* **Provided information**:
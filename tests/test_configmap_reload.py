"""Hot reload under a Kubernetes ConfigMap volume's atomic swap, on a real two-worker server
with traffic running: the registry folder holds symlinks into ``..data``, which points at a
timestamped folder, and every update writes a new folder and renames a new ``..data`` over the
old one (the kubelet's layout). Valid updates are served, broken ones (a tampered published
file, unparsable routes) keep the last good registry, and no valid request fails meanwhile."""

from __future__ import annotations

import os
import shutil
import threading
import time
from collections import Counter
from pathlib import Path

import httpx
import numpy as np
from conftest import ROOT, auth, start_server, stop_server

LOGITS = np.linspace(-3, 3, 64, dtype=np.float32).tolist()


def _version_folder(volume: Path, n: int, usher_policy: str, damage: str | None) -> str:
    """A complete registry in a new timestamped folder; returns its name."""
    name = f"..2026_12_03_12_{n // 60:02d}_{n % 60:02d}.{n}"
    folder = volume / name
    shutil.copytree(ROOT / "policies", folder)
    routes = (folder / "routes.yaml").read_text()
    (folder / "routes.yaml").write_text(routes.replace("box-office@1", usher_policy))
    if damage == "tampered":  # a published version edited in place: refused by its lock entry
        path = folder / "box-office" / "1.yaml"
        path.write_text(path.read_text().replace("box-office", "box-office ", 1))
    elif damage == "routes":
        (folder / "routes.yaml").write_text("clients: [this is not: a mapping\n")
    return name


def _swap(volume: Path, target: str) -> None:
    (volume / "..data_tmp").symlink_to(target)
    os.replace(volume / "..data_tmp", volume / "..data")


def test_symlink_swaps_under_traffic(tmp_path: Path) -> None:
    volume = tmp_path / "policies"
    volume.mkdir()
    first = _version_folder(volume, 0, "box-office@1", None)
    (volume / "..data").symlink_to(first)
    for entry in sorted((volume / first).iterdir()):
        (volume / entry.name).symlink_to(f"..data/{entry.name}")
    server = start_server(volume, workers=2, KEEPSET_RELOAD_POLL_SECONDS="0.2")
    statuses: Counter[int] = Counter()
    served: Counter[str] = Counter()
    stop = threading.Event()

    def traffic() -> None:
        with httpx.Client(base_url=server.base_url, timeout=10) as client:
            while not stop.is_set():
                r = client.post("/v1/pick", json={"logits": LOGITS}, headers=auth("usher-desk"))
                statuses[r.status_code] += 1
                if r.status_code == 200:
                    served[f"{r.json()['policy']}@{r.json()['version']}"] += 1

    threads = [threading.Thread(target=traffic) for _ in range(3)]
    for thread in threads:
        thread.start()
    try:
        # Good updates alternate the usher-desk route; every other update is broken.
        plan = [
            ("prompt-book@2", None),
            ("box-office@1", "tampered"),
            ("box-office@1", None),
            ("prompt-book@2", "routes"),
        ] * 5 + [("prompt-book@2", None), ("box-office@1", "tampered")]
        old = first
        for n, (policy, damage) in enumerate(plan, start=1):
            name = _version_folder(volume, n, policy, damage)
            _swap(volume, name)
            shutil.rmtree(volume / old)  # the kubelet removes the previous folder at once
            old = name
            time.sleep(0.4)
        time.sleep(1.0)  # a few polls on the final, broken, folder
        after = Counter(served)
        time.sleep(1.0)
    finally:
        stop.set()
        for thread in threads:
            thread.join(15)
    try:
        assert set(statuses) == {200}, statuses  # no valid request failed during 22 swaps
        assert set(served) == {"box-office@1", "prompt-book@2"}, served
        # The last update was broken: both workers keep serving the last good registry.
        assert served["prompt-book@2"] > after["prompt-book@2"]
        assert served["box-office@1"] == after["box-office@1"]
        metrics = httpx.get(f"{server.base_url}/metrics", timeout=5).text
        kept = [
            float(line.rsplit(" ", 1)[1])
            for line in metrics.splitlines()
            if line.startswith('keepset_registry_reloads_total{outcome="kept_last_good"}')
        ]
        assert kept and kept[0] >= 2  # broken updates were seen and refused
    finally:
        stop_server(server)
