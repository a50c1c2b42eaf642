"""End to end against a real ``keepset serve`` (two uvicorn workers) on 127.0.0.1."""

from __future__ import annotations

import hashlib
import io
import re
import threading
from pathlib import Path

import httpx
import numpy as np
from conftest import Server, auth

from service.client import Client, KeepsetError
from service.sampling import final_distribution


def npy_bytes(array: np.ndarray) -> bytes:
    buffer = io.BytesIO()
    np.save(buffer, array)
    return buffer.getvalue()


def scrape(server: Server) -> str:
    return httpx.get(f"{server.base_url}/metrics", timeout=5).text


def sample_value(text: str, name: str, **labels: str) -> float:
    total = 0.0
    for line in text.splitlines():
        if not line.startswith(name + "{") and not line.startswith(name + " "):
            continue
        if all(f'{k}="{v}"' in line for k, v in labels.items()):
            total += float(line.rsplit(" ", 1)[1])
    return total


def test_json_and_npy_picks_agree_and_replay(server: Server) -> None:
    rng = np.random.default_rng(3)
    logits = rng.standard_normal((3, 5000)).astype(np.float32)
    body = {"logits": logits.tolist(), "seed": 11, "routing_key": "scene-7"}
    a = httpx.post(
        f"{server.base_url}/v1/pick", json=body, headers=auth("prompt-book-app"), timeout=10
    )
    assert a.status_code == 200, a.text
    b = httpx.post(
        f"{server.base_url}/v1/pick",
        params={"seed": 11, "routing_key": "scene-7"},
        content=npy_bytes(logits),
        headers={**auth("prompt-book-app"), "Content-Type": "application/x-npy"},
        timeout=10,
    )
    assert b.status_code == 200, b.text
    ja, jb = a.json(), b.json()
    assert ja["tokens"] == jb["tokens"] and ja["arm"] == jb["arm"] and ja["seed"] == 11
    assert ja["policy"] == "prompt-book" and len(ja["rows"]) == 3
    # The token is inside the kept set of the version that was served.
    from service.registry import load_registry

    chain = load_registry(server.policies).chain(("prompt-book", ja["version"]))
    dist = final_distribution(chain, logits)
    for row, token in enumerate(ja["tokens"]):
        assert dist[row, token] > 0
        assert ja["rows"][row]["kept"] == int(np.count_nonzero(dist[row]))


def test_python_client_and_errors(server: Server) -> None:
    logits = np.random.default_rng(4).standard_normal((2, 300)).astype(np.float32)
    with Client(server.base_url, key="demo-surtitle-booth-key") as client:
        reply = client.pick(logits, seed=5, adjust={"top_p": 0.6})
        assert reply.policy == "surtitles" and len(reply.tokens) == 2
        try:
            client.pick(logits, adjust={"top_p": 0.99})
        except KeepsetError as exc:
            assert exc.status == 422 and exc.problem["field"] == "top_p"
        else:
            raise AssertionError("an out-of-range adjust was accepted")
    with Client(server.base_url, key="not-a-key") as client:
        try:
            client.pick(logits)
        except KeepsetError as exc:
            assert exc.status == 401
        else:
            raise AssertionError("a bad key was accepted")


def test_metrics_with_two_workers_match_responses(server: Server) -> None:
    rng = np.random.default_rng(8)
    kept: list[int] = []
    for i in range(40):  # enough requests that both workers answer some
        logits = rng.standard_normal((2, 400)).astype(np.float32) * rng.uniform(0.2, 4)
        r = httpx.post(
            f"{server.base_url}/v1/pick",
            json={"logits": logits.tolist(), "seed": i},
            headers=auth("usher-desk"),
            timeout=10,
        )
        assert r.status_code == 200
        kept += [row["kept"] for row in r.json()["rows"]]
    nan_row = [[float("nan")] * 3 + [1.0, 2.0]]
    r = httpx.post(
        f"{server.base_url}/v1/pick",
        content=b'{"logits": [[NaN, NaN, NaN, 1.0, 2.0]]}',
        headers={**auth("usher-desk"), "Content-Type": "application/json"},
        timeout=10,
    )
    assert r.status_code == 200 and r.json()["rows"][0]["fallback"] == "non_finite", nan_row
    text = scrape(server)
    labels = {"policy": "box-office", "version": "1", "role": "served"}
    assert sample_value(text, "keepset_kept_tokens_count", **labels) == len(kept) + 1
    for bound in (1, 2, 3, 5, 8, 13, 21):
        expected = sum(k <= bound for k in kept) + 1  # the NaN row keeps 1
        got = sample_value(text, "keepset_kept_tokens_bucket", le=f"{float(bound)}", **labels)
        assert got == expected, (bound, got, expected)
    assert (
        sample_value(
            text, "keepset_fallbacks_total", policy="box-office", version="1", reason="non_finite"
        )
        == 1
    )
    assert sample_value(text, "keepset_rows_total", client="usher-desk") == len(kept) + 1


def test_shadow_policy_is_measured_not_served(server: Server) -> None:
    logits = np.random.default_rng(9).standard_normal((1, 800)).astype(np.float32)
    for key in range(10):
        r = httpx.post(
            f"{server.base_url}/v1/pick",
            json={"logits": logits.tolist(), "routing_key": f"k{key}"},
            headers=auth("prompt-book-app"),
            timeout=10,
        )
        assert r.status_code == 200 and r.json()["version"] in (3, 4)
    text = scrape(server)
    shadow = sample_value(
        text, "keepset_kept_tokens_count", policy="prompt-book", version="5", role="shadow"
    )
    assert shadow == 10


def test_reload_under_traffic_keeps_last_good(server: Server) -> None:
    """50 reloads, some with a broken or tampered file, while picks keep coming."""
    failures: list[str] = []
    done = threading.Event()
    count = [0]
    logits = np.random.default_rng(1).standard_normal((1, 200)).astype(np.float32).tolist()

    def traffic() -> None:
        with httpx.Client(timeout=10) as http:
            while not done.is_set() and count[0] < 2000:
                r = http.post(
                    f"{server.base_url}/v1/pick",
                    json={"logits": logits},
                    headers=auth("programme-desk"),
                )
                count[0] += 1
                if r.status_code != 200:
                    failures.append(f"{r.status_code} {r.text}")

    worker = threading.Thread(target=traffic)
    worker.start()
    policy_file: Path = server.policies / "program-notes" / "1.yaml"
    original = policy_file.read_bytes()
    outcomes = []
    try:
        with httpx.Client(timeout=10) as admin:
            for i in range(50):
                if i % 3 == 1:
                    policy_file.write_bytes(original.replace(b"top_k: 40", b"top_k: 41"))
                elif i % 3 == 2:
                    (server.policies / "program-notes" / "2.yaml").write_text("name: [broken")
                r = admin.post(
                    f"{server.base_url}/v1/registry/reload", headers=auth("stage-manager")
                )
                outcomes.append(r.json()["outcome"])
                policy_file.write_bytes(original)
                (server.policies / "program-notes" / "2.yaml").unlink(missing_ok=True)
    finally:
        done.set()
        worker.join()
    assert not failures, failures[:3]
    assert count[0] > 0
    assert outcomes.count("kept_last_good") == 33 and outcomes.count("loaded") == 17
    text = scrape(server)
    assert sample_value(text, "keepset_registry_reloads_total", outcome="kept_last_good") >= 33
    r = httpx.get(f"{server.base_url}/v1/policies/program-notes/1", headers=auth("programme-desk"))
    assert r.json()["sha256"] == hashlib.sha256(original).hexdigest()


def test_metrics_names_follow_the_design(server: Server) -> None:
    httpx.post(
        f"{server.base_url}/v1/pick",
        json={"logits": [[1.0, 2.0, 3.0]]},
        headers=auth("usher-desk"),
        timeout=10,
    )
    text = scrape(server)
    for name in (
        "keepset_kept_tokens_bucket",
        "keepset_entropy_nats_bucket",
        "keepset_rows_total",
        "keepset_request_duration_seconds_bucket",
    ):
        assert re.search(rf"^{name}\{{", text, re.M), name


def test_async_client(server: Server) -> None:
    import asyncio

    from service.client import AsyncClient

    async def go() -> list[int]:
        async with AsyncClient(server.base_url, key="demo-usher-desk-key") as client:
            replies = await asyncio.gather(
                *(client.pick(np.zeros((1, 50), np.float32), seed=s) for s in range(8))
            )
        return [r.tokens[0] for r in replies]

    tokens = asyncio.run(go())
    # All-equal logits under box-office (top_k 20): tokens come from the 20 lowest ids.
    assert len(tokens) == 8 and all(0 <= t < 20 for t in tokens)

* **Exercise instructions**:
The entries above hold a line with "stop_server(server)" and a later line with "in line for". Write out exactly those lines and all lines between, nothing more.

* **Reply to the exercise**:
        stop_server(server)
repository a50c1c2b42eaf642
"""End to end against a real ``keepset serve`` (two uvicorn workers) on 127.0.0.1."""

from __future__ import annotations

import hashlib
import io
import re
import threading
from pathlib import Path

import httpx
import numpy as np
from conftest import Server, auth

from service.client import Client, KeepsetError
from service.sampling import final_distribution


def npy_bytes(array: np.ndarray) -> bytes:
    buffer = io.BytesIO()
    np.save(buffer, array)
    return buffer.getvalue()


def scrape(server: Server) -> str:
    return httpx.get(f"{server.base_url}/metrics", timeout=5).text


def sample_value(text: str, name: str, **labels: str) -> float:
    total = 0.0
    for line in text.splitlines():
        if not line.startswith(name + "{") and not line.startswith(name + " "):
            continue
        if all(f'{k}="{v}"' in line for k, v in labels.items()):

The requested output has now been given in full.